> Exercise description
Lines from the entries below that hold "byThreshold" form the answer; copy all of them.

Stored entries
====

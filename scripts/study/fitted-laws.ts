/**
 * What it costs that the laws of counts are fitted to the run itself: simulated pairs of sites whose counts are pooled over the run, fitted by
 * a Poisson mixture, and read with a threshold and without.
 */
import { analyseTime, type TimeResult } from "@/lib/science/correlators/analyse-time";
import { packSpins } from "@/lib/science/correlators/packed-spins";
import { drawReadoutReplicates, exactReadoutCorrection } from "@/lib/science/correlators/readout-correction";
import { planReferenceTraces } from "@/lib/science/correlators/trace-plan";
import { countHistograms } from "@/lib/science/detection/histogram";
import { mixtureErrorRates } from "@/lib/science/detection/mixture-error-rates";
import { fitPoissonMixture, type TwoComponents } from "@/lib/science/detection/poisson-mixture";
import { advisePoissonThreshold } from "@/lib/science/detection/threshold";
import { createRandomStream, type RandomStream } from "@/lib/science/stats/philox";
import { RANDOM_PURPOSES } from "@/lib/science/stats/random-purposes";
import { drawPoisson } from "@/lib/science/stats/random-variates";
import { analyseTimeSoftly } from "@/lib/science/threshold-free/analyse-time-softly";
import { poissonCountLaw } from "@/lib/science/threshold-free/count-laws";
import { drawLawReplicates, fittedMeanErrors } from "@/lib/science/threshold-free/law-replicates";
import { softenCounts } from "@/lib/science/threshold-free/soft-spins";
import { softWeights } from "@/lib/science/threshold-free/soft-weights";

/** What is simulated in one row of the table; ⟨σ⟩ = 0. */
interface FittedLawCase {
  dark: number;
  bright: number;
  /** Share of dark shots that turn bright at a random moment of the window: the fitted laws do not know of it. */
  leakage: number;
  correlator: number;
  shots: number;
  /** Shots of all evolution times together, to which the laws are fitted. */
  pooledShots: number;
}

interface Performance {
  bias: number;
  rms: number;
  coverage: number;
}

export interface FittedLawRow extends FittedLawCase {
  /** Readings with a threshold, corrected, the uncertainty of the error rates carried in. */
  threshold: Performance;
  /** Soft spins under laws taken as exact, and with the uncertainty of the laws carried in. */
  softExact: Performance;
  soft: Performance;
  /** Share of the repeats in which both sites showed two components. */
  fitted: number;
}

const REPLICATES = 400;
const RATES = [[1, 8], [3, 9], [3, 8]] as const;
const CASES: readonly FittedLawCase[] = RATES.flatMap(([dark, bright]) =>
  [
    { leakage: 0, pooledShots: 1000 },
    { leakage: 0, pooledShots: 20000 },
    { leakage: 0.03, pooledShots: 20000 },
  ].map((rest) => ({ dark, bright, correlator: 0.4, shots: 1000, ...rest })),
);
/** Rows of this table have streams of their own, apart from the other table's. */
const FIRST_INDEX = 1000;

/** Returns the study's rows, the same for the same seed and repeats. `cases` are simulated, all of the table's without. */
export function fittedLawStudy(seed: number, repeats: number, cases: readonly FittedLawCase[] = CASES): FittedLawRow[] {
  return cases.map((row, index) => {
    const found = { threshold: new Array<TimeResult>(), softExact: new Array<TimeResult>(), soft: new Array<TimeResult>() };
    for (let repeat = 0; repeat < repeats; repeat++) {
      const counts = drawCounts(row, createRandomStream(seed, RANDOM_PURPOSES.thresholdFreeStudy, FIRST_INDEX + index, repeat));
      const fits = countHistograms(counts, 2).map(({ frequencies }) => fitPoissonMixture(frequencies));
      const [first, second] = fits;
      if (first.kind !== "two-components" || second.kind !== "two-components") continue;
      const here = counts.subarray(0, 2 * row.shots);
      found.threshold.push(byThreshold(here, [first, second], repeat));
      found.softExact.push(bySoftSpins(here, [first, second], repeat, false));
      found.soft.push(bySoftSpins(here, [first, second], repeat, true));
    }
    const judged = (results: readonly TimeResult[]) => judge(results, row.correlator);
    return { ...row, threshold: judged(found.threshold), softExact: judged(found.softExact), soft: judged(found.soft), fitted: found.soft.length / repeats };
  });
}

/** `[shot][2]`, all shots of the run; those of the evolution time that is read come first. */
function drawCounts({ dark, bright, leakage, correlator, pooledShots }: FittedLawCase, stream: RandomStream): Uint16Array {
  const counts = new Uint16Array(2 * pooledShots);
  const draw = (isBright: boolean) => {
    if (isBright) return drawPoisson(stream, bright);
    const share = stream.nextUniform() < leakage ? stream.nextUniform() : 0;
    return drawPoisson(stream, dark + share * (bright - dark));
  };
  for (let s = 0; s < pooledShots; s++) {
    const isBright = stream.nextUniform() < 0.5;
    const agrees = stream.nextUniform() < (1 + correlator) / 2;
    counts[2 * s] = draw(isBright);
    counts[2 * s + 1] = draw(isBright === agrees);
  }
  return counts;
}

const COMMON = { timeIndex: 0, plan: planReferenceTraces({ x: Float64Array.of(0, 1), y: null }, 0), estimator: "plug-in", replicates: REPLICATES, interval: "percentile", blockLength: 1, pairErrors: "law" } as const;

function byThreshold(counts: Uint16Array, fits: readonly TwoComponents[], seed: number): TimeResult {
  const thresholds = Float64Array.from(fits, ({ dark, bright }) => advisePoissonThreshold(dark, bright));
  const rates = fits.map((fit, i) => mixtureErrorRates(fit, thresholds[i]));
  const column = (value: (rate: (typeof rates)[number]) => number) => Float64Array.from(rates, value);
  const evidence = {
    falseBrightShots: column((rate) => rate.evidence.dark.errors),
    darkShots: column((rate) => rate.evidence.dark.shots),
    falseDarkShots: column((rate) => rate.evidence.bright.errors),
    brightShots: column((rate) => rate.evidence.bright.shots),
  };
  const errors = { falseBright: column((rate) => rate.falseBright), falseDark: column((rate) => rate.falseDark) };
  const readout = { ...exactReadoutCorrection(errors, "up"), replicates: drawReadoutReplicates(evidence, "up", seed, REPLICATES) };
  return analyseTime({ ...COMMON, seed, readout, spins: packSpins(counts, counts.length / 2, 2, thresholds, "up") });
}

function bySoftSpins(counts: Uint16Array, fits: readonly TwoComponents[], seed: number, carriedIn: boolean): TimeResult {
  const sites = fits.map((fit) => {
    const law = poissonCountLaw(fit);
    const value = softWeights(law, "up")?.value;
    if (value === undefined) throw new RangeError(`Rates ${fit.dark} and ${fit.bright} cannot be told apart`);
    return { value, errors: fittedMeanErrors(fit, value, fit.darkError, fit.brightError) };
  });
  const spins = softenCounts(counts, counts.length / 2, 2, sites.map(({ value }) => value));
  const lawReplicates = carriedIn ? drawLawReplicates(sites.map(({ errors }) => errors), "up", seed, REPLICATES) : null;
  return analyseTimeSoftly({ ...COMMON, seed, spins, lawReplicates });
}

function judge(results: readonly TimeResult[], truth: number): Performance {
  let sum = 0;
  let squares = 0;
  let held = 0;
  for (const { value, low, high } of results) {
    sum += value[0] - truth;
    squares += (value[0] - truth) ** 2;
    if (low[0] <= truth && truth <= high[0]) held += 1;
  }
  return { bias: sum / results.length, rms: Math.sqrt(squares / results.length), coverage: held / results.length };
}

/** Returns the rows as a Markdown table. */
export function fittedLawTable(rows: readonly FittedLawRow[]): string {
  const head = [
    "| λ dark / bright | leakage | C | M | shots fitted | fits with two components | threshold: bias, RMS, coverage | soft, laws exact: bias, RMS, coverage | soft, laws uncertain: coverage |",
    "|---|---|---|---|---|---|---|---|---|",
  ];
  return [...head, ...rows.map(tableRow)].join("\n");
}

function tableRow({ dark, bright, leakage, correlator, shots, pooledShots, fitted, threshold, softExact, soft }: FittedLawRow): string {
  const percent = (share: number) => `${(100 * share).toFixed(1)} %`;
  const shown = ({ bias, rms, coverage }: Performance) => `${bias.toFixed(4)}, ${rms.toFixed(4)}, ${percent(coverage)}`;
  return `| ${[`${dark} / ${bright}`, percent(leakage), correlator, shots, pooledShots, percent(fitted), shown(threshold), shown(softExact), percent(soft.coverage)].join(" | ")} |`;
}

====

> Response area
      found.threshold.push(byThreshold(here, [first, second], repeat));
function byThreshold(counts: Uint16Array, fits: readonly TwoComponents[], seed: number): TimeResult {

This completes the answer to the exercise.